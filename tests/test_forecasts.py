"""Several forecasts in one history, priced on the same replicate seasons and compared (issue 13).

Reference values come from identities of the cost-loss model (Thompson 1952; Murphy 1977, "The
value of climatological, categorical and probabilistic forecasts in the cost-loss ratio
situation", Monthly Weather Review 105, 803-816) and of relative economic value (Richardson 2000,
"Skill and relative economic value of the ECMWF ensemble prediction system", QJRMS 126, 649-667),
and from numerical integration with scipy. The histories are invented (seeded) or the real ones of
tests/realdata.py.
"""

from __future__ import annotations

import json

import numpy as np
import pandas as pd
import pytest
from scipy import integrate, stats

from realdata import seattle_rain, with_noise_forecast
from simulator.inputs.errors import InputError
from simulator.inputs.history import history_from_frame
from simulator.account.outputs import render_files, summary
from simulator.run import run_history
from simulator.inputs.scenario import scenario_from_text

from conftest import EXAMPLE_COSTS, scenario_toml


def _scenario(forecasts: dict[str, str] | None, replicates: int = 200, **sections):
    text = scenario_toml(simulation={"replicates": replicates, **sections.pop("simulation", {})}, **sections)
    if forecasts:
        text += "\n[forecasts]\n" + "".join(f'"{name}" = "{column}"\n' for name, column in forecasts.items())
    return scenario_from_text(text, label="scenario.toml")


def _run(frame: pd.DataFrame, forecasts: dict[str, str] | None, **sections):
    scenario = _scenario(forecasts, **sections)
    return run_history(scenario, history_from_frame(frame, scenario, label="history.csv"))


def _degraded(p: np.ndarray, sd: float, seed: int) -> np.ndarray:
    """``p`` with normal noise of standard deviation ``sd`` added on the logit scale, 2 decimals."""
    q = np.clip(p, 0.005, 0.995)
    logit = np.log(q / (1 - q)) + np.random.default_rng(seed).normal(0.0, sd, q.size)
    return np.round(1 / (1 + np.exp(-logit)), 2)


@pytest.fixture(scope="module")
def rain() -> pd.DataFrame:
    """Seattle wet days 2013-2015 with the honest forecast and a copy degraded on the logit scale."""
    frame = seattle_rain()
    return frame.assign(p_degraded=_degraded(frame["probability"].to_numpy(), 2.0, seed=13))


# ------------------------------------------------------------------------------------------------
# reading [forecasts]

def test_one_forecast_under_forecasts_runs_as_probability_column(history_frame):
    # a run with one forecast is unchanged: [forecasts] with one entry is probability_column
    plain = _run(history_frame, None, simulation={"replicates": 50})
    listed = _run(history_frame.rename(columns={"probability": "p_national"}), {"national": "p_national"},
                  simulation={"replicates": 50})
    assert listed.comparison is None
    assert summary(plain) == summary(listed)


def test_forecasts_and_probability_column_together_are_refused():
    with pytest.raises(InputError, match=r"scenario.toml .*\[forecasts\] replaces \[history\] probability_column"):
        _scenario({"a": "p_a", "b": "p_b"}, history={"probability_column": "p_a"})


def test_a_forecast_column_the_file_lacks_is_named_with_its_forecast(history_frame):
    scenario = _scenario({"ours": "probability", "theirs": "p_theirs"})
    with pytest.raises(InputError, match=r'history.csv: no column "p_theirs" \(the forecast "theirs"\).*\[forecasts\]'):
        history_from_frame(history_frame, scenario, label="history.csv")


def test_a_missing_forecast_is_refused_with_file_row_and_column(history_frame):
    frame = history_frame.assign(p_other=history_frame["probability"].astype(object))
    frame.loc[9, "p_other"] = ""
    scenario = _scenario({"ours": "probability", "other": "p_other"})
    with pytest.raises(InputError, match=r'history.csv row 11, column "p_other": the probability is missing.*'
                                         r'missing_forecast = "drop_row"'):
        history_from_frame(frame, scenario, label="history.csv")


def test_drop_row_evaluates_every_forecast_on_the_rows_all_have_and_says_how_many(history_frame):
    frame = history_frame.assign(p_other=history_frame["probability"].astype(object))
    frame.loc[[9, 20, 30], "p_other"] = ""
    frame.loc[40, "probability"] = np.nan
    scenario = _scenario({"ours": "probability", "other": "p_other"}, history={"missing_forecast": "drop_row"})
    history = history_from_frame(frame, scenario, label="history.csv")
    assert history.n_evaluated == len(frame) - 4
    assert not history.evaluated[[9, 20, 30, 40]].any()
    assert any("4 rows left out because a forecast has no probability" in w for w in history.warnings)
    # an unreadable probability is still an error, named by its row in the file
    frame.loc[50, "p_other"] = "wet"
    with pytest.raises(InputError, match=r'history.csv row 52, column "p_other": \'wet\' is not a number'):
        history_from_frame(frame, scenario, label="history.csv")


def test_the_calibrated_mode_with_several_forecasts_is_refused_in_one_line(history_frame):
    # it draws the outcomes from one forecast's recalibrated probabilities, which would favour that
    # forecast over the others (README, "Which forecast to pay for")
    scenario = _scenario({"ours": "probability", "other": "probability"}, simulation={"mode": "calibrated"})
    history = history_from_frame(history_frame, scenario, label="history.csv")
    with pytest.raises(InputError, match=r'mode: "calibrated" draws the outcomes from one forecast'):
        run_history(scenario, history)


# ------------------------------------------------------------------------------------------------
# the comparison

def test_the_same_column_under_two_names_saves_exactly_nothing(rain):
    # identity: one forecast against itself, at the same cutoff on the same replicates
    result = _run(rain, {"supplier": "probability", "same supplier": "probability"})
    pair = result.comparison.pairs[0]
    assert (pair.saving == 0).all()
    entry = pair.as_dict()
    assert entry["saving"]["prob_saving"] == 0
    assert entry["worth_up_to"] == 0 and entry["worth_up_to_confident"] == 0


def test_a_forecast_beats_its_degraded_copy_whatever_the_order_listed(rain):
    # noise on the logit scale loses information, so the original forecast's expected expense is
    # lower at every cost-loss ratio (a garbled forecast is worth less: Murphy 1977, section 4;
    # the degree of noise that makes it "near 1" here is our choice, common practice)
    first = _run(rain, {"original": "probability", "degraded": "p_degraded"}, replicates=400)
    second = _run(rain, {"degraded": "p_degraded", "original": "probability"}, replicates=400)
    pair = first.comparison.pair("original", "degraded").as_dict()
    assert pair["better"] == "original"
    assert pair["saving"]["prob_saving"] >= 0.95
    assert pair["worth_up_to"] > 0
    # the order of listing changes no figure of the comparison
    a, b = summary(first), summary(second)
    assert a["forecasts"] == {name: b["forecasts"][name] for name in a["forecasts"]}
    assert a["forecast_pairs"] == b["forecast_pairs"]
    assert first.comparison.forecast("original").scores["roc_auc"] > first.comparison.forecast("degraded").scores["roc_auc"]


def test_a_perfect_forecast_has_value_one_and_is_worth_the_whole_climate_expense(rng):
    # Richardson (2000), eq. for V: a perfect forecast has E_forecast = E_perfect, so V = 1 at
    # every cost-loss ratio; against a climatological forecast (a constant: it acts always or
    # never) its worth is the climate rule's cost minus the perfect rule's on every replicate.
    dates = pd.date_range("2016-01-01", "2021-12-31", freq="D")
    event = rng.random(dates.size) < 0.3
    frame = pd.DataFrame({"date": dates.strftime("%Y-%m-%d"), "outcome": event.astype(int),
                          "p_perfect": event.astype(float), "p_climate": 0.3})
    result = _run(frame, {"perfect": "p_perfect", "climate": "p_climate"})
    perfect = result.comparison.forecast("perfect")
    assert perfect.value_curve["potential_value"].to_numpy() == pytest.approx(1.0, abs=1e-12)
    pair = result.comparison.pair("perfect", "climate")
    assert pair.better == "perfect"
    climate = min((result.baseline_cost[name] for name in ("never_act", "always_act")), key=np.mean)
    # integer costs: every sum is exact, so the two ways of pricing agree to the last bit
    assert pair.as_dict()["worth_up_to"] == (climate - result.baseline_cost["perfect"]).mean()
    assert (pair.saving == climate - result.baseline_cost["perfect"]).all()


def _expense(lo: float, hi: float, act: bool, density) -> float:
    """Expected expense per occasion of the occasions whose calibrated probability q is in
    [lo, hi), acting or not: the integral of q*hit + (1-q)*false_alarm (acting) or
    q*miss + (1-q)*correct_negative (not acting) against the density of q (cost-loss model,
    Murphy 1977; ../shared/METHODS.md 6.1)."""
    c = EXAMPLE_COSTS
    when_event, when_not = (c["hit"], c["false_alarm"]) if act else (c["miss"], c["correct_negative"])
    return integrate.quad(lambda q: (q * when_event + (1 - q) * when_not) * density(q), lo, hi)[0]


def test_saving_between_two_calibrated_forecasts_matches_the_integral(rng):
    # derived from the cost-loss model (Murphy 1977): a calibrated forecast acted on at the
    # break-even probability p* costs E = integral of min-cost over its distribution. Forecast
    # "sharp" is the probability q itself, q ~ Beta(0.8, 1.2); forecast "binned" says only which
    # of three ranges q lies in, as the mean of q there (calibrated by construction; the middle
    # range straddles p* = 0.45, so the two act differently there). Outcomes are drawn from q, so
    # both are calibrated on the same occasions.
    a, b = 0.8, 1.2
    density = stats.beta(a, b).pdf
    edges = np.array([0.0, 0.2, 0.7, 1.0])
    c = EXAMPLE_COSTS
    p_star = (c["false_alarm"] - c["correct_negative"]) / (c["false_alarm"] - c["correct_negative"] + c["miss"] - c["hit"])
    sharp = _expense(0, p_star, False, density) + _expense(p_star, 1, True, density)
    means = [integrate.quad(lambda q: q * density(q), lo, hi)[0] / integrate.quad(density, lo, hi)[0]
             for lo, hi in zip(edges[:-1], edges[1:])]
    binned = sum(_expense(lo, hi, m >= p_star, density) for lo, hi, m in zip(edges[:-1], edges[1:], means))
    expected = binned - sharp  # per occasion, in the currency

    dates = pd.date_range("1950-01-01", "2029-12-31", freq="D")
    q = rng.beta(a, b, dates.size)
    event = rng.random(dates.size) < q
    bin_of = np.clip(np.searchsorted(edges, q, side="right") - 1, 0, edges.size - 2)
    frame = pd.DataFrame({"date": dates.strftime("%Y-%m-%d"), "outcome": event.astype(int),
                          "p_sharp": np.round(q, 6), "p_binned": np.round(np.asarray(means)[bin_of], 6)})
    result = _run(frame, {"sharp": "p_sharp", "binned": "p_binned"}, replicates=400)
    pair = result.comparison.pair("sharp", "binned")
    assert pair.better == "sharp"
    per_occasion = pair.saving.mean() / result.calendar.n_occasions
    # Monte Carlo error: the history is one sample of occasions (standard error of the mean
    # difference of occasion costs at p*), and the replicates resample it once more
    acts_sharp, acts_binned = q >= p_star, np.asarray(means)[bin_of] >= p_star
    def cost(act):
        return np.where(act, np.where(event, c["hit"], c["false_alarm"]), np.where(event, c["miss"], c["correct_negative"]))
    diff = cost(acts_binned) - cost(acts_sharp)
    n_draws = result.replicates * result.calendar.n_occasions
    se = diff.std() * np.sqrt(1 / diff.size + 1 / n_draws)
    assert expected > 10 * se  # the check can tell a wrong difference from the right one
    assert per_occasion == pytest.approx(expected, abs=4 * se)


def test_each_forecast_gets_its_own_cutoff_and_honest_check(rain):
    result = _run(rain, {"original": "probability", "degraded": "p_degraded"},
                  history={"validation_from": "2015-01-01"})
    main = result.comparison.forecast("original")
    assert main.decision == result.decision  # the main forecast fills the run's own numbers
    assert main.validation == result.selection.validation
    other = result.comparison.forecast("degraded")
    assert other.validation is not None
    assert other.validation.validation.n_occasions == main.validation.validation.n_occasions
    entry = summary(result)["forecasts"]["degraded"]
    assert entry["validation"]["chosen_on"] == "training period"
    assert set(entry) >= {"recommended_cutoff", "recommended_cutoff_interval", "season_cost", "savings",
                          "brier_score", "brier_skill_score", "roc_auc"}


def test_forecasts_csv_has_a_row_per_forecast_and_cutoff(rain):
    result = _run(rain, {"original": "probability", "degraded": "p_degraded"}, replicates=50)
    files = render_files(result)
    table = pd.read_csv(pd.io.common.BytesIO(files["forecasts.csv"]))
    assert len(table) == 2 * result.cutoffs.size
    assert list(table["forecast"].unique()) == ["original", "degraded"]
    assert table.groupby("forecast")["recommended"].sum().tolist() == [1, 1]
    mine = table[table["forecast"] == "original"]["mean_cost"].to_numpy()
    assert mine == pytest.approx(result.table["mean_cost"].to_numpy())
▬▬▬▬▬▬
→ Required action: Every line above that includes the word "summary" must appear in the answer.

→ Completed exercise:
from simulator.account.outputs import render_files, summary
    assert summary(plain) == summary(listed)
    a, b = summary(first), summary(second)
    entry = summary(result)["forecasts"]["degraded"]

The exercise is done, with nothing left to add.